Abstract—Migration to multicore is inevitable. To harness the potential of this technology, embedded system designers need to have available operating systems (OSes) with built-in capabilities for multicore hardware. When designed to meet realtime requirements, multicore SMP (Symmetric Multiprocessing) OSes not only face the inherent problem of concurrent access to shared kernel resources, but still suffer from a bifid priority space, dictated by the co-existence of threads and interrupts.

This work in progress paper presents the offloading of the FreeRTOS kernel components to a commercial-off-the-shelf (COTS) multicore hardware. The ARM Generic Interrupt Controller (GIC) is exploited to implement a multicore hardwarecentric version of the FreeRTOS that not only solves the priority inversion problem, but also removes the need of internal software synchronization points. Promising preliminary results on performance and determinism are presented, and the research roadmap is discussed.

Index Terms—Unified Priority Space, RTOS, Multicore, Realtime Systems, FreeRTOS, GIC, Cortex-A9 MPCore, ARM.

### I. INTRODUCTION

Multicore technology has proven to be the only viable solution to achieve high performance without compromising power consumption [1], and its use on desktops and server environments is now ubiquitous. Over the last few years, the use of multicore processors in the embedded systems field has been growing rapidly [2], driven by the lack of performance in single-core processors to meet the demands of the current software-rich generation of embedded devices. However, in order to harness the potential of this technology, embedded system designers need to deploy applications under embedded operating systems (OSes) with built-in support for available multicore hardware [3].

OSes, in general, suffer from a bifid priority space. Threads, managed by software (kernel scheduler), need to coexist with interrupt service routines (ISRs), managed by hardware (interrupt controller). This division into thread priorities and interrupt priorities, with the latter having a higher privilege of execution, is critical on embedded real-time systems, originating a well-identified problem known as rate-monotonic priority inversion [4]. Kleyman and Eykholt have proposed the first solution [5] many years ago, and since then many other approaches have been proposed to tackle this problem [6], [7], [8], [9].
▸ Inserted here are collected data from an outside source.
"""A take's tones and an airframe: causes ranked, harmonic families joined, motors told apart."""

from __future__ import annotations

import math
from collections.abc import Sequence
from dataclasses import dataclass

import numpy as np

from framegrade.airframe import Airframe
from framegrade.isolator import transmissibility
from framegrade.records import TakeRecord
from framegrade.sources import wording
from framegrade.sources.causes import UNNAMED_RESONANCE, Order, Swing, orders_of
from framegrade.sources.inference import Share, infer, reachable
from framegrade.sources.lines import Line, View, lines_of, view_of
from framegrade.sources.throttle import Followed

#: Probability from which the first cause is "named" (if something besides the line itself supports it) or "likely".
NAMED, LIKELY = 0.90, 0.60
#: Causes less likely than this are not listed; where nothing fits, what fits least badly is, down to the second figure.
LEAST_SHARE, LEAST_SHARE_UNEXPLAINED = 0.02, 0.001
MOST_CANDIDATES = 4
#: Lines of one shaft agree on its speed within this many standard deviations.
SAME_SHAFT = 2.5
#: Shafts this close to one another are motors of one flight speed.
NEAR_SHAFTS = 0.12
#: Standard deviations of the readout that a folded tone implies: relative, and in cycles per frame height.
READOUT_SPREAD, CYCLES_SPREAD = 0.015, 0.02
#: A readout that leaves a folded tone without a candidate pays this (natural logarithm).
UNFIT_TONE = 7.0


@dataclass(frozen=True)
class Candidate:
    """One possible cause of a tone.

    Attributes
    ----------
    cause : str
        "once per turn", "isolator resonance", ...
    parts : str
        What makes it.
    order : int or None
        Cycles for each turn of a shaft; None if nothing turns.
    shaft_rpm : float
        Implied speed; NaN if nothing turns.
    frequency_hz : float
        The tone's, or the candidate frequency this cause goes with.
    readout_s : float
        The readout this frequency would need; NaN when the readout is known or the shutter global.
    probability : float
        0 to 1, given the airframe file and the expectations in `causes`.
    reason : str
    """

    cause: str
    parts: str
    order: int | None
    shaft_rpm: float
    frequency_hz: float
    readout_s: float
    probability: float
    reason: str


@dataclass(frozen=True)
class ToneTrace:
    """One vibration of a take and what may make it.

    Attributes
    ----------
    axes : tuple of str
        Where it was seen, strongest first.
    frequency_hz, frequency_ci_hz : float
        And 95 % half-width; NaN when only candidates are known.
    amplitude_px : float
        Peak, native pixels, root of the summed squares over the axes.
    throttle : str or None
        "follows", "stays" or "drifts" while the throttle changed.
    low_hz, high_hz : float
        Range it swept; NaN when it did not.
    candidates : tuple of Candidate
        Likeliest first; of an unexplained tone what fits least badly, or nothing.
    confidence : {"named", "likely", "one of", "unexplained"}
        "named": one cause with 90 % or more and support beyond the line itself; "likely": 60 % or more; "one of":
        several fit; "unexplained": nothing in the airframe file fits better than a cause that is not in it.
    why : str
        What the confidence rests on.
    ruled_out : tuple of str
        Orders whose speed is out of reach, a clause each.
    isolator_gain : float
        What the isolator passes on at this frequency (transmissibility); NaN without one.
    isolator : str or None
        The same in words.
    advice : str
    shaft : int or None
        Number of the shaft in `TakeTrace.shafts`, from 1.
    """

    axes: tuple[str, ...]
    frequency_hz: float
    frequency_ci_hz: float
    amplitude_px: float
    throttle: str | None
    low_hz: float
    high_hz: float
    candidates: tuple[Candidate, ...]
    confidence: str
    why: str
    ruled_out: tuple[str, ...]
    isolator_gain: float
    isolator: str | None
    advice: str
    shaft: int | None


@dataclass(frozen=True)
class Shaft:
    """One shaft and the lines that are its orders.

    Attributes
    ----------
    speed_rpm, speed_ci_rpm : float
        And 95 % half-width.
    orders : tuple of int
    frequency_hz : tuple of float
        In the order of `orders`.
    """

    speed_rpm: float
    speed_ci_rpm: float
    orders: tuple[int, ...]
    frequency_hz: tuple[float, ...]


@dataclass(frozen=True)
class TakeTrace:
    """All tones of a take with their causes.

    Attributes
    ----------
    clip : str
    tones : tuple of ToneTrace
        Strongest first.
    shafts : tuple of Shaft
        Slowest first.
    notes : tuple of str
        Sentences about the take as a whole.
    """

    clip: str
    tones: tuple[ToneTrace, ...]
    shafts: tuple[Shaft, ...]
    notes: tuple[str, ...]


def trace_take(record: TakeRecord, airframe: Airframe) -> TakeTrace:
    """Explain the tones of one take.

    Parameters
    ----------
    record : TakeRecord
    airframe : Airframe

    Returns
    -------
    TakeTrace
        No candidate's shaft speed is out of the airframe's reach.
    """
    view = view_of(record)
    lines, followed = lines_of(record, view)
    clip = str(record.take["clip"])
    if not lines:
        return TakeTrace(clip, (), (), ("no tone stands out of this take: there is nothing to trace",))
    readings = _readings(lines, airframe, view)
    first = [_first_order(reading) for reading in readings]
    shafts, shaft_of = _shafts(lines, first)
    tones = tuple(_tone(line, reading, airframe, view, _family(at, lines, first), shaft_of[at])
                  for at, (line, reading) in enumerate(zip(lines, readings)))
    return TakeTrace(clip, tones, shafts, _notes(tones, shafts, airframe, view, followed))


# --- readings: shares, with the readout they need --------------------------------------------------------------------


@dataclass(frozen=True)
class _Reading:
    """A cause of a line with its share and the readout it goes with (NaN when that is known)."""

    share: Share
    readout_s: float


def _readings(lines: Sequence[Line], airframe: Airframe, view: View) -> list[list[_Reading]]:
    """Likeliest first, for each line."""
    if view.shutter != "unknown":
        return [[_Reading(share, math.nan) for share in shares] for shares in infer(lines, airframe, view).shares]
    return _over_readouts(lines, airframe, view)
978-1-4673-7929-8/15/\$31.00 © 2015 IEEE

Multicore OSes, for instance, still face another problem. When designed for symmetric multiprocessing, they are conceived to satisfy two principles: (i) minimize the memory footprint; and (ii) have a full and homogeneous utilization of the processor resources. However, since the kernel data structures are present in shared memory, synchronization mechanisms for concurrent access need to be introduced internally [10]. These internal software synchronization points constitute a considerable source of indeterminism, becoming the main reason why embedded real-time operating systems (RTOSes) are delaying their transition to multicore. Only recently Müller et al. [11] addressed both aforementioned problems, extending the philosophy of the SLOTH [7] concept to the multicore domain, implemented over the AUTOSAR OS and targeting the Infineon AURIX platform.

This work in progress paper presents the implementation of a multicore hardware-centric version of the FreeRTOS, by offloading critical run-time kernel services to commercial-offthe-shelf (COTS) hardware. By exploiting the GIC of the ARM Cortex-A9 MPCore to migrate FreeRTOS system services to hardware, not only the priority inversion problem is solved, but also the need for internal software synchronization points is removed. The thread-related application programming interface (API) was kept syntactically intact to avoid the porting effort for legacy applications. Preliminary results have shown significant improvements in overall system performance and determinism.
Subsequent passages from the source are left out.